Robert S. said:I've never played into a 50/50 but I'm sure they sound awesome, why wouldn't they?
The 2:90 and 50/50 don't have seperate power and stand by switches so you need to connect a cabnet to each output. Supposedly if you dont plug anything into the input and you zero the volume you can run without a load but I wouldn't recommend it. A sound guy set a mic stand behind on of my cabs at a show and unplugged the speaker wire from the speaker. It cooked the screen resisters on that channel.
The rule is, if you fire up an amp make sure it's connected to a speaker. The 2:90 and 50/50 are stereo, so you need 2 speakers.
Jeff, on the 50/50, does the low power switch cut the wattage to 15 wats per channel or 15 watts total?Jeff5 said:I use a Triaxis with a 50/50 and I can attest that it sounds awesome! I couldn't be happier. Soooo many different sounds to work with. Now I may upgrade to a 2/90 next year or even later as I know it has some different options and is what the tri was really made for. But its not really on the top of my priority list since I get a great sound right now.
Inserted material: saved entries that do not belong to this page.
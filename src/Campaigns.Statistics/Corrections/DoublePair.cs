namespace Campaigns.Statistics.Corrections;

/// <summary>An unevaluated sum of two doubles, the second at most half a unit in the last place of the first: about 32 digits.</summary>
/// <param name="High">The sum rounded to a double.</param>
/// <param name="Low">What the rounding left out.</param>
/// <remarks>Source: T. J. Dekker (1971), Numerische Mathematik 18:224-242. Sums of this kind carry a relative error of a few 2^-104 for numbers of one sign.</remarks>
internal readonly record struct DoublePair(double High, double Low)
{
    /// <summary>1 divided by a whole number.</summary>
    /// <param name="divisor">At least 1.</param>
    public static DoublePair Reciprocal(double divisor)
    {
        double quotient = 1 / divisor;
        return new DoublePair(quotient, Math.FusedMultiplyAdd(-quotient, divisor, 1) / divisor);
    }

    /// <summary>The sum of two pairs.</summary>
    public static DoublePair operator +(DoublePair a, DoublePair b)
    {
        (double high, double error) = SumOf(a.High, b.High);
        (double low, double lowError) = SumOf(a.Low, b.Low);
        (high, error) = Normal(high, error + low);
        return FromOrdered(high, error + lowError);
    }

    /// <summary>The product of two pairs.</summary>
    public static DoublePair operator *(DoublePair a, DoublePair b)
    {
        double high = a.High * b.High;
        double error = Math.FusedMultiplyAdd(a.High, b.High, -high);
        error = Math.FusedMultiplyAdd(a.High, b.Low, Math.FusedMultiplyAdd(a.Low, b.High, error));
        return FromOrdered(high, error);
    }

    /// <summary>1 less the pair: its complement as a probability.</summary>
    public DoublePair Complement() => new DoublePair(1, 0) + new DoublePair(-High, -Low);

    private static DoublePair FromOrdered(double high, double low)
    {
        (double sum, double rest) = Normal(high, low);
        return new DoublePair(sum, rest);
    }

    private static (double Sum, double Error) Normal(double large, double small)
    {
        double sum = large + small;
        return (sum, small - (sum - large));
    }

    private static (double Sum, double Error) SumOf(double a, double b)
    {
        double sum = a + b;
        double part = sum - a;
        return (sum, (a - (sum - part)) + (b - part));
    }
}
And I will say from a volume perspective the 50/50 is LOUD. I mean...insanely peel your face off loud. I run it really high, 7 or 8, as I want power tube distortion, but I have the pre-amp master and channel volumes very low. I can't turn the Tri-Axis pre-amp master above 2 or 3 with the 50/50 that high or it will blow me out of my basement hehe. Unfortunately I don't have any clips!
are you sure about the low power option? on the mesa site under manuals it says that the "lo power" switch reduces the wattage to 15 watts... and aobut the dummy load... what resistance of resistor and what watt rating?Robert S. said:The 50/50 has a 6L6/EL34 bias switch but it doesn't have a low power option.
An 8 ohm dummy load is not a speaker, it's a high watt resistor.